Vivíamos -guarecidos- bajo un techo de calamina agujereado. La lluvia redoblaba fuertemente contra la calamina -a ritmo sincopado- y los agujeros se convertían en goteras. Llovía afuera tanto como adentro. Había que alejar la cama medio metro de la pared para evitar que una gotera china nos torturara justo en medio. Yo corría a colocar un recipiente de plástico encima del viejo televisor -donde caía otra de las goteras- temeroso del cortocircuito que mutara la lluvia en fuego capaz de obligarnos a abandonar el nido. Mi madre se encargaba de poner baldes y lavadores, tazones y ollas alrededor de la cama; en menos de diez minutos nuestra cama era una suerte de isla superpoblada por un único clan cubierto por una montaña de frazadas. Aunque todo esto pueda parecer un triste retrato de la pobreza, recuerdo que en esa oscuridad de frazada nos reíamos y deseábamos -por lo menos mis hermanos y yo- que la lluvia durara todavía un poco más.
La lluvia -desde entonces- es eso que pasa afuera mientras uno se la pasa calentito adentro.

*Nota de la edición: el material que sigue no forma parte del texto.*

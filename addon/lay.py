"""Lays the flat pieces into the unit square of a UV map, all at one scale."""

import numpy as np

GAP = 0.01
"""Space between pieces, as a share of the square."""


def lay(pattern):
    """(places, across): (p, 2) metres to add to each piece's flat points, and the metres across the square.

    Rows of falling height; `(flat + place) / across` lies in the unit square.
    """
    low = np.array([piece.flat.min(axis=0) for piece in pattern.pieces])
    size = np.array([piece.flat.max(axis=0) for piece in pattern.pieces]) - low
    width = max(size[:, 0].max(), np.sqrt((size[:, 0] * size[:, 1]).sum()))
    gap = GAP * width
    places, x, y, row = np.empty_like(low), gap, gap, 0.0
    for i in np.argsort(-size[:, 1], kind="stable"):
        if x > gap and x + size[i, 0] > width + gap:
            x, y, row = gap, y + row + gap, 0.0
        places[i] = (x, y) - low[i]
        x, row = x + size[i, 0] + gap, max(row, size[i, 1])
    return places, max(width + 2 * gap, y + row + gap)
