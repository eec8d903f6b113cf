"""Results in words, the same in the window and on the command line."""

STRAINED = "strained"


def of_pattern(summary):
    """'4 pieces of canvas, 3.20 m of seam, none strained', from a pattern's summary."""
    count = len(summary["pieces"])
    strained = [piece["name"] for piece in summary["pieces"] if piece["fit"] == STRAINED]
    pieces = f"{count} {'piece' if count == 1 else 'pieces'} of {summary['goods']['name']}"
    verdict = f"strained: {', '.join(strained)}" if strained else "none strained"
    return f"{pieces}, {summary['seam_metres']:.2f} m of seam, {verdict}"


def of_forms(forms):
    """One line a form; what a check says comes a line each below it."""
    lines = []
    for form in forms:
        if "says" in form:
            lines.append(f"{form['object']}: {'can' if form['sound'] else 'cannot'} be covered")
            lines += [f"    {line}" for line in form["says"]]
        else:
            lines.append(form.get("error") or f"{form['object']}: {of_pattern(form)}")
    return "".join(line + "\n" for line in lines)


def of_goods(goods):
    """A table of the goods: limits comfortable/hard in percent."""
    lines = [f"{'goods':20}{'warp %':>12}{'weft %':>12}{'ease in %':>12}{'width mm':>10}"]
    for each in goods:
        pairs = ("/".join(f"{100 * value:g}" for value in each[key]) for key in ("stretch_warp", "stretch_weft", "ease_in"))
        lines.append(f"{each['name']:20}" + "".join(f"{pair:>12}" for pair in pairs) + f"{1000 * each['width']:10.0f}")
    return "".join(line + "\n" for line in lines)
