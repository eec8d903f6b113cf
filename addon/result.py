"""What the panel shows of a finished pattern, kept on the object: undone, copied and saved together with it."""

import bpy


class PieceRow(bpy.types.PropertyGroup):
    """One line of the fit table; `name` is the piece's."""

    fit: bpy.props.StringProperty()
    worst: bpy.props.FloatProperty(description="The stretch farthest from none, in percent")
    low: bpy.props.FloatProperty(description="5 % of the piece stretch less than this, in percent")
    high: bpy.props.FloatProperty(description="5 % of the piece stretch more than this, in percent")
    beyond: bpy.props.FloatProperty(description="Share of the area beyond the goods' hard limits, in percent")


class ResultGroup(bpy.types.PropertyGroup):
    """The last pattern of a form."""

    pieces: bpy.props.CollectionProperty(type=PieceRow)
    active: bpy.props.IntProperty(name="Piece")
    goods: bpy.props.StringProperty()
    seam: bpy.props.FloatProperty(description="Length of all seams, in metres")
    notes: bpy.props.StringProperty(description="What the maker should know, one sentence a line")
    across: bpy.props.FloatProperty(description="Metres across the unit square of the UV map")
    copy: bpy.props.PointerProperty(type=bpy.types.Object, name="Covered Copy")
    path: bpy.props.StringProperty(description="The pattern's file, as long as this session lasts")


def keep(result, summary, path):
    """Fill `result` from the summary of the pattern whose file is `path`."""
    result.pieces.clear()
    for piece in summary["pieces"]:
        row = result.pieces.add()
        row.name, row.fit, row.beyond = piece["name"], piece["fit"], 100.0 * piece["beyond"]
        row.worst, row.low, row.high = (100.0 * piece["stretch"][key] for key in ("worst", "p5", "p95"))
    result.active = 0
    result.goods = summary["goods"]["name"]
    result.seam = summary["seam_metres"]
    result.notes = "\n".join(summary["notes"])
    result.path = str(path)


def forget(result):
    """Empty `result`."""
    result.pieces.clear()
    for name in ("active", "goods", "seam", "notes", "across", "copy", "path"):
        result.property_unset(name)
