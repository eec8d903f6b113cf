"""The maker's wishes, kept on the object and in the .blend; the solver's `Wishes` says what each one means."""

import bpy


def _goods_names(_self, _context, edit_text):
    from seamwright import goods

    return [name for name in goods() if edit_text.lower() in name.lower()]


class WishesGroup(bpy.types.PropertyGroup):
    """What the maker asks for beside the form."""

    goods: bpy.props.StringProperty(
        name="Goods", description="The sheet material, which says how much stretch the pieces may take",
        default="canvas", search=_goods_names, search_options=set())
    own_goods: bpy.props.StringProperty(
        name="Own Goods", description="Your own goods as a TOML file; it is used instead of the built-in goods",
        subtype="FILE_PATH")
    comfort: bpy.props.FloatProperty(
        name="Comfort", description="How far inside the goods' hard limits the pieces stay: 0 at the hard limits, "
        "1 within the comfortable ones", default=0.5, min=0.0, max=1.0, subtype="FACTOR")
    choose_thrift: bpy.props.BoolProperty(
        name="Choose Thrift", description="Set the price of seams yourself; otherwise the cheapest seams that fit "
        "the goods are looked for")
    thrift: bpy.props.FloatProperty(
        name="Thrift", description="Price of one metre of seam on a form scaled to the area of a unit sphere: "
        "more gives fewer seams and more stretch", default=0.1, min=1e-6, soft_max=10.0, max=1e6, precision=4)
    pieces: bpy.props.IntProperty(
        name="Pieces", description="Wished number of pieces; 0 leaves it open", default=0, min=0, soft_max=50)
    route: bpy.props.EnumProperty(
        name="Route", description="Where seams may run", default="through", items=(
            ("through", "Through", "Seams run through faces; a covered copy with the seams cut in is made beside the form"),
            ("edges", "Edges", "Seams run along edges that exist; they are marked on this mesh, whose shape stays as it is"),
        ))
    symmetry: bpy.props.EnumProperty(
        name="Symmetry", description="Whether the pattern mirrors where the form does", default="auto", items=(
            ("auto", "Auto", "Find the form's planes of symmetry and keep to them"),
            ("none", "None", "Take no notice of symmetry"),
        ))
    thickness_side: bpy.props.EnumProperty(
        name="Form Is", description="Which side of thick goods the modelled surface is", default="none", items=(
            ("none", "Thin Goods", "Take no notice of the goods' thickness"),
            ("outside", "Outside", "The form is the outside of the goods"),
            ("inside", "Inside", "The form is the inside of the goods: the goods lie upon it"),
        ))
    seed: bpy.props.IntProperty(name="Seed", description="The same form, wishes and seed give the same pattern", min=0)

    def asked(self):
        """The wishes as plain keyword arguments for the solver, ready for JSON; `own_goods` is an absolute path or None."""
        return {
            "goods": self.goods,
            "own_goods": bpy.path.abspath(self.own_goods) if self.own_goods else None,
            "comfort": round(self.comfort, 6),
            "thrift": float(f"{self.thrift:.6g}") if self.choose_thrift else None,
            "pieces": self.pieces or None,
            "route": self.route,
            "symmetry": self.symmetry,
            "thickness_side": self.thickness_side,
            "seed": self.seed,
        }
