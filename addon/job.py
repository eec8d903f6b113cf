"""A form being covered in a child process: the window stays alive, and whatever befalls the child stays with it."""

import json
import pickle
import subprocess
import sys
import tempfile
from pathlib import Path

import bpy
import numpy as np

from . import worker


class JobError(Exception):
    """Why a form could not be covered, as a sentence for the maker."""


class Job:
    """Covers `reading` (a read.Reading) to the wishes `asked`; starts at once.

    `save` are keyword arguments of Pattern.save, or None. Ask `running()` now and then; `share` (0 to 1) and `words` say how
    far it is. When it has ended `pattern()` gives the answer and `path` its file, kept as long as the host's session.
    """

    def __init__(self, reading, asked, save=None):
        self.reading, self.asked = reading, asked
        self.share, self.words, self.error, self.done = 0.0, "starting", None, False
        self.stop_wanted = False
        folder = Path(tempfile.mkdtemp(prefix="seamwright-", dir=bpy.app.tempdir))
        self.path, self._errors = folder / "pattern.pickle", folder / "errors.txt"
        request = {"path": sys.path, "name": reading.name, "wishes": asked, "save": save}
        (folder / "request.json").write_text(json.dumps(request), encoding="utf-8")
        np.savez(folder / "form.npz", points=reading.points, corners=reading.corners, sizes=reading.sizes,
                 **{name: getattr(reading, name) for name in worker.DRAWN})
        command = [sys.executable, *bpy.app.python_args, worker.__file__, str(folder)]
        # messages go through a file, which every system can read without waiting
        with open(folder / "messages.txt", "wb") as out, open(self._errors, "wb") as errors:
            self._process = subprocess.Popen(
                command, stdin=subprocess.PIPE, stdout=out, stderr=errors,
                creationflags=getattr(subprocess, "CREATE_NO_WINDOW", 0))
        self._messages = open(folder / "messages.txt", encoding="utf-8")
        self._rest = ""

    def running(self):
        """True until the child has ended; takes in what it said meanwhile."""
        if self._messages.closed:
            return False
        ended = self._process.poll() is not None
        *lines, self._rest = (self._rest + self._messages.read()).split("\n")
        for line in lines:
            message = json.loads(line)
            self.share, self.words = message.get("share", self.share), message.get("words", self.words)
            self.error, self.done = message.get("error", self.error), message.get("done", self.done)
        if ended:
            self._close()
        return not ended

    def stop(self):
        """End the child now."""
        self._process.kill()
        self._process.wait()
        self._close()
        self.error = "stopped."

    def pattern(self):
        """The Pattern of a job that has ended. Raises JobError."""
        if self.error:
            raise JobError(self.error if self.reading.name in self.error else f"{self.reading.name}: {self.error}")
        if not self.done:
            told = self._errors.read_text(encoding="utf-8", errors="replace").strip()
            print(told, file=sys.stderr)
            lines = told.splitlines() or ["it said nothing"]
            raise JobError(f"{self.reading.name}: the solver broke off, and that is a fault of the program ({lines[-1]}). "
                           "Please report it together with the form.")
        return load(self.path)

    def _close(self):
        self._messages.close()
        self._process.stdin.close()


def load(path):
    """The Pattern that a worker of this session left at `path`."""
    with open(path, "rb") as file:
        return pickle.load(file)
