"""Draws the seams of covered forms in the 3D view: the host itself shows them in Edit Mode only."""

import bpy
import gpu
import numpy as np
from gpu_extras.batch import batch_for_shader

from . import names, target
from .read import edges, positions

LIFT = 0.002
"""Lines lie this share of the form's size above it, or they would flicker in and out of its faces."""
WIDTH = 2.5
"""Pixels, before the host's own scale."""

_handle = None


def lines(thing, depsgraph):
    """(2 s, 3) float32 ends of the s seam edges of `thing` in the world, a little above it; empty without a pattern."""
    mesh = thing.evaluated_get(depsgraph).data
    if names.PIECE not in mesh.attributes or not len(mesh.vertices):
        return np.empty((0, 3), np.float32)
    flags = np.empty(len(mesh.edges), bool)
    mesh.edges.foreach_get("use_seam", flags)
    normals = np.empty(3 * len(mesh.vertices), np.float32)
    mesh.vertex_normals.foreach_get("vector", normals)
    points = positions(mesh)
    points = points + LIFT * np.ptp(points, axis=0).max() * normals.reshape(-1, 3)
    matrix = np.array(thing.matrix_world, np.float32)
    return (points @ matrix[:3, :3].T + matrix[:3, 3])[edges(mesh)[flags].ravel()]


def draw():
    """Called by the host for every 3D view."""
    context = bpy.context
    if not context.space_data.overlay.show_overlays:
        return
    depsgraph = context.evaluated_depsgraph_get()
    covered = [thing for thing in context.visible_objects if target.is_covered(thing) and thing.mode != "EDIT"]
    found = [lines(thing, depsgraph) for thing in covered]
    if not any(map(len, found)):
        return
    shader = gpu.shader.from_builtin("POLYLINE_UNIFORM_COLOR")
    shader.uniform_float("color", (*context.preferences.themes[0].view_3d.edge_seam, 1.0))
    shader.uniform_float("lineWidth", WIDTH * context.preferences.system.ui_scale)
    shader.uniform_float("viewportSize", (context.region.width, context.region.height))
    gpu.state.depth_test_set("LESS_EQUAL")
    gpu.state.blend_set("ALPHA")  # smooth edges
    batch_for_shader(shader, "LINES", {"pos": np.concatenate(found)}).draw(shader)
    gpu.state.blend_set("NONE")
    gpu.state.depth_test_set("NONE")


def register():
    """Start drawing."""
    global _handle
    _handle = bpy.types.SpaceView3D.draw_handler_add(draw, (), "WINDOW", "POST_VIEW")


def unregister():
    """Stop drawing."""
    bpy.types.SpaceView3D.draw_handler_remove(_handle, "WINDOW")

Cortázar contaba como uno de sus placeres favoritos guarecerse de la lluvia en un viejo cine de barrio, “caliente como vientre de elefante”. Y la Maga se protegía de la lluvia recostándose contra el hombro de Oliveira, el paraguas -indefenso artilugio- no pasó de ser “una catástrofe de relámpagos fríos y nubes negras, jirones de tela destrozada cayendo entre destellos de varillas desencajadas”. Porque no basta un paraguas para guarecerse de la lluvia, a veces se rebela y no le da la gana de abrirse; o es uno el que se rebela y malditas sean las pocas ganas que se tiene de abrir el paraguas, como le pasaba a Augusto Pérez, personaje de otra nivola, por motivos estrictamente estéticos: “Un paraguas cerrado es tan elegante como es feo un paraguas abierto”. Un paraguas -queda claro- nunca será suficiente, pues una lluvia cualquiera puede convertirse de repente en diluvio universal, o en otro tipo de precipitaciones menos ortodoxas: una lluvia de pájaros muertos, una lluvia de diminutas flores amarillas, una de ranas (según dicen, científicamente posible) o de hamburguesas con queso -prefiero la lluvia de fuego apocalíptico antes que una de comida chatarra. No es inusual que más hacia el norte lluevan “gatos” y “perros”, por lo menos es eso lo que dicen los gringos cuando -por aquellos lares- llueve con persistencia (uno de los adjetivos que mejor le va a la lluvia): “It’s raining cats and dogs”. Me imagino que un gringo distraído escuchó la expresión castellana “Está lloviendo a cántaros” y como cántaros le sonó a cats and dogs la tradujo así. A propósito de lluvias excéntricas está también aquella famosa “lluvia dorada” sobre la que prefiero no especificar detalles.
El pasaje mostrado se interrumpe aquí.